Observation: The p-value (0.9639) is high (>0.05) and test statistic (0.046136) is close to hypothetical mean (0), we then fail to reject Null Hypothesis.

# Use two dosages
group3_OJ = ToothGrowth$len[ToothGrowth$supp == 'OJ' & ToothGrowth$dose == 1]
group3_VC = ToothGrowth$len[ToothGrowth$supp == 'VC' & ToothGrowth$dose == 1]

t.test(group3_VC, group3_OJ, alternative = "two.sided", paired = FALSE, 
       var.equal = FALSE, conf.level = 0.95)

## 
##  Welch Two Sample t-test
## 
## data:  group3_VC and group3_OJ
## t = -4.0328, df = 15.358, p-value = 0.001038
## alternative hypothesis: true difference in means is not equal to 0
## 95 percent confidence interval:
##  -9.057852 -2.802148
## sample estimates:
## mean of x mean of y 
##     16.77     22.70

Observation: The p-value (0.001038) is small (<0.05) and 95 percent confidence interval does not contain the hypothesized population mean 0, we then reject Null Hypothesis.

# Use half of dosage
group4_OJ = ToothGrowth$len[ToothGrowth$supp == 'OJ' & ToothGrowth$dose == 0.5]
group4_VC = ToothGrowth$len[ToothGrowth$supp == 'VC' & ToothGrowth$dose == 0.5]

t.test(group4_VC, group4_OJ, alternative = "two.sided", paired = FALSE, 
       var.equal = FALSE, conf.level = 0.95)

## 
##  Welch Two Sample t-test
## 
## data:  group4_VC and group4_OJ
## t = -3.1697, df = 14.969, p-value = 0.006359
## alternative hypothesis: true difference in means is not equal to 0
## 95 percent confidence interval:
##  -8.780943 -1.719057
## sample estimates:
## mean of x mean of y 
##      7.98     13.23

Observation: The p-value (0.006359) is small (<0.05) and 95 percent confidence interval does not contain the hypothesized population mean 0, we then reject Null Hypothesis.

4. Conclusions:

4.1. Compare tooth growth by dose (0.5 or 1 or 2)

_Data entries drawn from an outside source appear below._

def gen_primary(pick, depth):
    leaves = ["var", "var", "var", "elem", "lit", "lit", "square"]
    nested = ["call", "paren", "paren"] if depth < MAX_DEPTH else []
    what = pick.choice(leaves + nested)
    if what == "var":
        return Var(pick.choice(SCALARS))
    if what == "elem":
        return Elem(pick.choice(range(1, ARRAY[1] + 1)))
    if what == "lit":
        return Lit(pick.choice(REAL_LITERALS + INT_LITERALS))
    if what == "square":
        return Square(Var(pick.choice(SCALARS)))
    if what == "paren":
        return Paren(gen_add(pick, depth + 1))
    name = pick.choice(["sqrt_abs", "abs", "max"])
    if name == "max":
        return Call(name, [gen_real(pick, depth + 1), gen_real(pick, depth + 1)])
    if name == "sqrt_abs":
        return Call(name, [gen_real(pick, depth + 1)])
    return Call(name, [gen_add(pick, depth + 1)])


def gen_mul(pick, depth):
    n = pick.choice([1, 1, 2, 3, 4] if depth == 0 else [1, 1, 1, 2, 3])
    operands = [gen_primary(pick, depth) for _ in range(n)]
    if n == 1:
        return operands[0]
    ops = [pick.choice(["*", "*", "/"]) for _ in range(n - 1)]
    spaces = [pick.choice(["", " "]) for _ in range(n - 1)]
    return Chain("mul", operands, ops, spaces=spaces)


def gen_add(pick, depth=0):
    n = pick.choice([2, 3, 3, 4, 5, 6] if depth == 0 else [1, 2, 3, 3, 4])
    operands = [gen_mul(pick, depth) for _ in range(n)]
    lead = pick.choice([False, False, False, True])
    if n == 1 and not lead:
        return operands[0]
    ops = [pick.choice(["+", "-"]) for _ in range(n - 1)]
    spaces = [pick.choice(["", " ", " "]) for _ in range(n - 1)]
    return Chain("add", operands, ops, lead_minus=lead, spaces=spaces)


def gen_top(pick):
    for _ in range(50):
        node = gen_add(pick, 0)
        if len(node.render()) <= MAX_LEN:
            return node
    return Chain("add", [Var("a"), Var("b"), Var("c")], ["+", "+"], spaces=[" ", " "])


@st.composite
def top_expressions(draw):
    return gen_top(DrawPicker(draw))


def random_batch(seed: int, size: int):
    rng = random.Random(seed)
    return [gen_top(rng) for _ in range(size)]


# --------------------------------------------------------------------------
# Wrapping an expression in a module, and the text-level checks
# --------------------------------------------------------------------------

MODULE = """\
module sb_chk
  implicit none
contains
  subroutine calc(a, b, c, d, e, f, g, h, v, r)
    real(8), intent(in) :: a, b, c, d, e, f, g, h
    real(8), intent(in) :: v(4)
    real(8), intent(out) :: r
    r = {expr}
  end subroutine calc
end module sb_chk
"""
EXPR_LINE = 8  # 1-based line of "r = ..."
EXPR_PREFIX = "    r = "


def wrap(expr: str) -> str:
    return MODULE.format(expr=expr)


def unwrap(text: str, extra_lines: int = 0) -> str:
    """The expression of ``r = ...``, continued lines joined."""
    lines = text.splitlines(keepends=True)[EXPR_LINE - 1 : EXPR_LINE + extra_lines]
    line = join_continuations("".join(lines)).rstrip("\n")
    assert line.startswith(EXPR_PREFIX), line
    return line[len(EXPR_PREFIX):]


def fparser_tree(text: str):
    # outside check: fparser2, an independent Fortran 2003/2008 parser
    parser = ParserFactory().create(std="f2008")
    return parser(FortranStringReader(text, ignore_comments=False))


def shape_without_parens(node):
    """The parse tree as nested tuples, every Parenthesis node replaced by its content."""
    if isinstance(node, F2003.Parenthesis):
        return shape_without_parens(node.items[1])
    if isinstance(node, Base):
        return (type(node).__name__, tuple(shape_without_parens(c) for c in node.children))
    if isinstance(node, (tuple, list)):
        return tuple(shape_without_parens(c) for c in node)
    return node
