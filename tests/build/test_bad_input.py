"""Bad build files: malformed JSON or TOML, binary or undecodable bytes give no finding and one
clear problem; odd but readable text never crashes."""
from __future__ import annotations

import pytest
from hypothesis import given, settings, strategies as st

from rewrite.build import BuildFileError, scan_build_file, scan_build_text


@pytest.mark.parametrize("name,text,line,words", [
    ("compile_commands.json", '[\n  {"file": "a.f90",\n   "command": "gfortran -Ofast" \n  }\n', 5, "malformed JSON"),
    ("compile_commands.json", '{"file": "a.f90", "command": "gfortran -Ofast"}', 1, "JSON array"),
    ("compile_commands.json", "", 1, "malformed JSON"),
    ("fpm.toml", 'name = "lake"\n[profiles.release\nflags = "-Ofast"\n', 2, "malformed TOML"),
    ("fpm.toml", 'flags = "-Ofast\n', 1, "malformed TOML"),
    ("Makefile", "FFLAGS = -Ofast\n\x00\x01\x02", 2, "binary"),
])
def test_unreadable_text_raises_build_file_error(name, text, line, words):
    with pytest.raises(BuildFileError) as caught:
        scan_build_text(name, text)
    assert caught.value.line == line and words in caught.value.message


def test_scan_build_file_turns_errors_into_problems(tmp_path):
    cases = {
        "compile_commands.json": b'[{"command": "gfortran -Ofast",]',
        "fpm.toml": b"[profiles\nflags = 1\n",
        "Makefile": b"FFLAGS = -Ofast\n\x00ELF",
        "build.sh": b"#!/bin/sh\ngfortran -Ofast a.f90  # caf\xe9\n",
    }
    for name, data in cases.items():
        path = tmp_path / name
        path.write_bytes(data)
        result = scan_build_file(path)
        assert result.findings == () and len(result.problems) == 1, name
        problem = result.problems[0]
        assert problem.line >= 1 and problem.message
    assert "not UTF-8" in scan_build_file(tmp_path / "build.sh").problems[0].message
    assert "binary" in scan_build_file(tmp_path / "Makefile").problems[0].message


def test_odd_but_readable_files(tmp_path):
    long_line = "FFLAGS = " + " ".join(f"-DLAYER{i}=1" for i in range(20000)) + " -Ofast\n"
    assert [f.option for f in scan_build_text("Makefile", long_line)] == ["-Ofast"]
    assert scan_build_text("Makefile", "") == []
    assert scan_build_text("build.sh", "#!/bin/sh\n") == []
    assert scan_build_text("CMakeLists.txt", 'set(CMAKE_Fortran_FLAGS "-Ofast') != []  # unterminated string
    assert scan_build_text("CMakeLists.txt", "add_compile_options(-Ofast ((((") != []
    assert scan_build_text("build.sh", "#!/bin/sh\ngfortran 'unterminated -Ofast\n") != []
    assert scan_build_text("Makefile", "FFLAGS = -Ofast \\") != []  # continuation at the end of the file
    assert scan_build_text("compile_commands.json", "[]") == []
    assert scan_build_text("compile_commands.json", '[1, "x", {"file": "a.f90"}, {"arguments": []}]') == []
    assert scan_build_text("fpm.toml", "\ufeffname = 'x'\n") == []
    assert [f.start for f in scan_build_text("fpm.toml", "\ufeff[profiles]\nflags = '-Ofast'\n")] == [21]
    path = tmp_path / "CMakeLists.txt"
    path.write_bytes("\ufeffadd_compile_options(-Ofast)\r\n".encode())
    (finding,) = scan_build_file(path).findings
    assert finding.option == "-Ofast" and finding.line == 1


@settings(max_examples=100, deadline=None)
@given(text=st.text(max_size=300))
def test_any_text_never_crashes(text):
    for name in ("Makefile", "rules.mk", "CMakeLists.txt", "toolchain.cmake", "build.sh", "fpm.toml",
                 "compile_commands.json"):
        try:
            findings = scan_build_text(name, text)
        except BuildFileError as error:
            assert name in ("fpm.toml", "compile_commands.json") or "\x00" in text, (name, error)
            continue
        for f in findings:
            assert 0 <= f.start < f.end <= len(text) and f.line >= 1 and f.column >= 1


@settings(max_examples=100, deadline=None)
@given(flags=st.lists(st.sampled_from(["-Ofast", "-O2", "-fp-model", "fast", "-xHost", "-h", "fp3", "-g",
                                       '"', "\\", "\\u0041", "-ffast-math"]), max_size=8))
def test_json_strings_map_back_to_their_text(flags):
    import json
    text = json.dumps([{"directory": "/b", "file": "a.f90", "arguments": ["ifx", *flags]},
                       {"directory": "/b", "file": "b.f90", "command": " ".join(["gfortran", *flags])}])
    for f in scan_build_text("compile_commands.json", text):
        # the span holds the option's JSON source: one string, or argv strings separated by ", "
        assert " ".join(json.loads('["' + text[f.start:f.end] + '"]')) == f.option
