"""Free-form Fortran text to sites: the front end's one entry point, ``analyse``.

Pass 1 walks the logical statements, keeps the scopes (program units, interface bodies,
derived types, blocks) and records declarations. Pass 2 parses the expressions of every
executable statement with the completed tables and produces one ``Site`` per statement.
Declarations, FORMAT statements, strings and comments never become sites.
"""
from __future__ import annotations

from dataclasses import dataclass, field

from ..edits import Finding, Problem
from ..ir import UNKNOWN, ImportAnchor, Node, Site, Span
from . import intrinsics
from .declarations import (
    PROCEDURE_PREFIXES, declaration, entities, find_top_level, implicit_mapping, matching,
    split_top_level, type_spec, use_statement,
)
from .expr import ExpressionParser, ParseError, Unsupported
from .lexer import LexError, Token, tokenize
from .parse import is_valid_statement
from .source import Statement, line_starts, logical_statements
from .symbols import RUNTIME_MODULE, DerivedType, Program, Resolver, Scope, Symbol, Use

_IMPORTING_UNITS = {"program", "module", "submodule", "subroutine", "function"}
_UNIT_KINDS = {"program", "module", "submodule", "subroutine", "function", "blockdata"}
_SPEC_ONLY = {
    "dimension", "parameter", "external", "intrinsic", "common", "allocatable", "pointer", "target",
    "save", "data", "equivalence", "namelist", "intent", "optional", "public", "private", "value",
    "volatile", "protected", "asynchronous", "bind", "sequence", "import", "procedure", "generic",
    "final", "enumerator", "enum", "format", "entry", "contiguous", "codimension",
}
_NOT_ANALYSED = {
    "continue", "cycle", "exit", "goto", "go", "return", "stop", "error", "allocate", "deallocate",
    "nullify", "open", "close", "read", "inquire", "rewind", "backspace", "endfile", "flush", "wait",
    "case", "else", "sync", "lock", "unlock", "pause", "assign", "critical", "fail", "event", "form",
    "change", "team",
}


@dataclass
class FrontEndResult:
    sites: list[Site] = field(default_factory=list)
    findings: list[Finding] = field(default_factory=list)
    problems: list[Problem] = field(default_factory=list)
    modules: dict[str, Scope] = field(default_factory=dict)


@dataclass
class _Pending:
    statement: Statement
    tokens: list[Token]
    scope: Scope
    in_loop: bool = False


@dataclass
class _Loop:
    """An open DO loop, FORALL or WHERE construct; ``label`` ends a labelled DO."""

    keyword: str  # do | forall | where
    label: str = ""
    vectorisable: bool = True  # DO WHILE and a bare DO are not counted loops


class _NotUnderstood(Exception):
    pass


def _strip_label_and_name(tokens: list[Token]) -> list[Token]:
    if len(tokens) > 1 and tokens[0].kind == "int" and tokens[0].text.isdigit():
        tokens = tokens[1:]
    if len(tokens) > 2 and tokens[0].kind == "name" and tokens[1].kind == ":" and tokens[2].kind == "name":
        tokens = tokens[2:]
    return tokens


def _designator_end(tokens: list[Token], start: int) -> int:
    """Index after a designator (name, (...), %name ...) starting at ``start``, or -1."""
    if start >= len(tokens) or tokens[start].kind != "name":
        return -1
    position = start + 1
    while position < len(tokens):
        kind = tokens[position].kind
        if kind == "(":
            position = matching(tokens, position) + 1
        elif kind == "%" and position + 1 < len(tokens) and tokens[position + 1].kind == "name":
            position += 2
        else:
            break
    return position


def _assignment_kind(tokens: list[Token], start: int = 0) -> str | None:
    end = _designator_end(tokens, start)
    if end < 0 or end >= len(tokens):
        return None
    if tokens[end].kind == "=":
        return "assignment"
    if tokens[end].kind == "=>":
        return "pointer"
    return None


def _word(tokens: list[Token], index: int) -> str:
    return tokens[index].lower if index < len(tokens) and tokens[index].kind == "name" else ""


def _end_kind(tokens: list[Token]) -> str | None:
    """What an END statement closes: '' for a bare END, the keyword otherwise; None if not END."""
    word = _word(tokens, 0)
    if not word.startswith("end") or _assignment_kind(tokens) or (len(tokens) > 1 and tokens[1].kind == "("):
        return None
    rest = word[3:]
    if rest == "":
        rest = _word(tokens, 1)
        if rest == "block" and _word(tokens, 2) == "data":
            return "blockdata"
    if rest in ("", "program", "module", "submodule", "subroutine", "function", "blockdata",
                "procedure", "interface", "type", "block", "associate", "select", "do", "if", "where",
                "forall", "critical", "enum", "team", "file"):
        if rest == "file":
            return None
        return rest
    return None


@dataclass(frozen=True)
class _UnitHeader:
    kind: str
    name: str
    result: str | None
    type: object  # NumType | None


def _unit_header(tokens: list[Token]) -> _UnitHeader | None:
    word = _word(tokens, 0)
    if word == "program" and len(tokens) >= 2:
        return _UnitHeader("program", _word(tokens, 1), None, None)
    if word == "module" and _word(tokens, 1) not in ("procedure", "function", "subroutine", "") \
            and len(tokens) == 2:
        return _UnitHeader("module", _word(tokens, 1), None, None)
    if word == "submodule" and len(tokens) > 1 and tokens[1].kind == "(":
        close = matching(tokens, 1)
        return _UnitHeader("submodule", _word(tokens, close + 1), None, None)
    if word in ("blockdata",) or (word == "block" and _word(tokens, 1) == "data"):
        return _UnitHeader("blockdata", "", None, None)
    position = 0
    prefix_type = None
    while position < len(tokens):
        current = _word(tokens, position)
        if current in PROCEDURE_PREFIXES:
            position += 1
            continue
        spec = type_spec(tokens, position)
        if spec is not None and prefix_type is None:
            prefix_type = spec.type
            position = spec.end
            continue
        break
    keyword = _word(tokens, position)
    if keyword not in ("subroutine", "function") or position + 1 >= len(tokens):
        return None
    name = _word(tokens, position + 1)
    if not name:
        return None
    result = None
    for index in range(position + 2, len(tokens) - 2):
        if _word(tokens, index) == "result" and tokens[index + 1].kind == "(":
            result = _word(tokens, index + 2)
    return _UnitHeader(keyword, name, result, prefix_type)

There was differently influences of dosages to tooth growth (different means). Two dosages was the most impacted to tooth growth, followed by one dosage and half of dosage respectively.

4.2. Compare tooth growth by supplement (OJ or VC)

Both supplement of VC and OJ very likely had similar influence to tooth growth under using two dosages.
However, OJ demonstrated the greater effect than VC when using one or half of dosage only.